Politicians, businessmen and educators from the San Joaquin Valley came to San Francisco on Friday to plead with regents to at least choose a site and hold onto it for up to 15 years, until economic conditions improve. By abandoning the process, Fresno Mayor Jim Patterson said, “you hold all of us to some extent hostage to that uncertainty.” He estimated that governments in Fresno County have spent $900,000 on land surveys and lobbying for the campus.

Gail McIntyre, the chairwoman of the Madera County Board of Supervisors, said she was disappointed but not surprised by the regents’ action.
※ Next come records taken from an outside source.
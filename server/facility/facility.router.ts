import { Router } from "express";
import {
  BlockCreateInputSchema,
  BlockPatchInputSchema,
  FacilityEventsQuerySchema,
  FacilityQuerySchema,
  FacilitySettingsInputSchema,
  FeatureCreateInputSchema,
  FeaturePatchInputSchema,
  SystemCreateInputSchema,
  SystemPatchInputSchema,
  UnitCreateInputSchema,
  UnitPatchInputSchema,
  UnitStageInputSchema,
} from "#shared/schemas/facility.ts";
import { requireRole, requireStaff } from "../core/auth.ts";
import { itemPath, projectPath, route } from "../core/route.ts";
import type { FacilityService } from "./facility.service.ts";

const writers = () => requireRole("lead", "admin");

/**
 * The facility API. The facility itself is open to every caller and shown by audience in the
 * service (staff alone may ask for another day); a unit's history follows its system's
 * audience; the project's event list is staff's; writes are for leads and admins.
 */
export function facilityRouter(facility: FacilityService): Router {
  const r = Router();

  r.get("/projects/:slug/facility", route({ ...projectPath, query: FacilityQuerySchema }, ({ params, query, actor }) => facility.facility(params.slug, query, actor)));
  r.get("/projects/:slug/facility/events", requireStaff(), route({ ...projectPath, query: FacilityEventsQuerySchema }, ({ params, query }) => facility.projectEvents(params.slug, query)));

  r.put("/projects/:slug/facility/settings", writers(), route({ ...projectPath, body: FacilitySettingsInputSchema, headers: { "Cache-Control": "private, no-store" } }, ({ params, body, actor }) => facility.putSettings(params.slug, body, actor)));
  r.post("/projects/:slug/facility/blocks", writers(), route({ ...projectPath, body: BlockCreateInputSchema, status: 201 }, ({ params, body, actor }) => facility.createBlock(params.slug, body, actor)));
  r.patch("/facility/blocks/:id", writers(), route({ ...itemPath, body: BlockPatchInputSchema }, ({ params, body, actor }) => facility.patchBlock(params.id, body, actor)));
  r.delete("/facility/blocks/:id", writers(), route({ ...itemPath, status: 204 }, ({ params, actor }) => facility.deleteBlock(params.id, actor)));

  r.post("/projects/:slug/facility/systems", writers(), route({ ...projectPath, body: SystemCreateInputSchema, status: 201 }, ({ params, body, actor }) => facility.createSystem(params.slug, body, actor)));
  r.patch("/facility/systems/:id", writers(), route({ ...itemPath, body: SystemPatchInputSchema }, ({ params, body, actor }) => facility.patchSystem(params.id, body, actor)));
  r.delete("/facility/systems/:id", writers(), route({ ...itemPath, status: 204 }, ({ params, actor }) => facility.deleteSystem(params.id, actor)));

  // A new unit of the system `:id`.
  r.post("/facility/systems/:id/units", writers(), route({ ...itemPath, body: UnitCreateInputSchema, status: 201 }, ({ params, body, actor }) => facility.createUnit(params.id, body, actor)));
  r.patch("/facility/units/:id", writers(), route({ ...itemPath, body: UnitPatchInputSchema }, ({ params, body, actor }) => facility.patchUnit(params.id, body, actor)));
  r.post("/facility/units/:id/stage", writers(), route({ ...itemPath, body: UnitStageInputSchema }, ({ params, body, actor }) => facility.setUnitStage(params.id, body, actor)));
  r.get("/facility/units/:id/events", route(itemPath, ({ params, actor }) => facility.unitEvents(params.id, actor)));
  r.delete("/facility/units/:id", writers(), route({ ...itemPath, status: 204 }, ({ params, actor }) => facility.deleteUnit(params.id, actor)));

  r.post("/projects/:slug/facility/features", writers(), route({ ...projectPath, body: FeatureCreateInputSchema, status: 201 }, ({ params, body, actor }) => facility.createFeature(params.slug, body, actor)));
  r.patch("/facility/features/:id", writers(), route({ ...itemPath, body: FeaturePatchInputSchema }, ({ params, body, actor }) => facility.patchFeature(params.id, body, actor)));
  r.delete("/facility/features/:id", writers(), route({ ...itemPath, status: 204 }, ({ params, actor }) => facility.deleteFeature(params.id, actor)));

  return r;
}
But she added that she believes that there will one day be a UC campus in the area.

The three finalist sites were the so-called Academy tract of 3,300 acres in Fresno County, 10 miles east of Clovis; the 7,000-acre Lake Yosemite area, six miles northeast of downtown Merced, and the 5,200-acre Table Mountain tract, 12 miles north of downtown Fresno in Madera County.

In other business Friday, the regents discussed the highly controversial retirement package awarded to Ronald W. Brady, the system’s senior vice president for administration for the past 10 years. Setting off protests from faculty, students and legislators, Peltason announced last week that Brady would receive his full $181,640 salary for the next year even though Brady would be officially on leave and working part-time before full retirement.

Peltason said his predecessor as president, David P. Gardner, had arranged the agreement for Brady and that university attorneys say the contract is binding. The regents agreed not to block the deal after Peltason promised such contracts in the future would require their approval.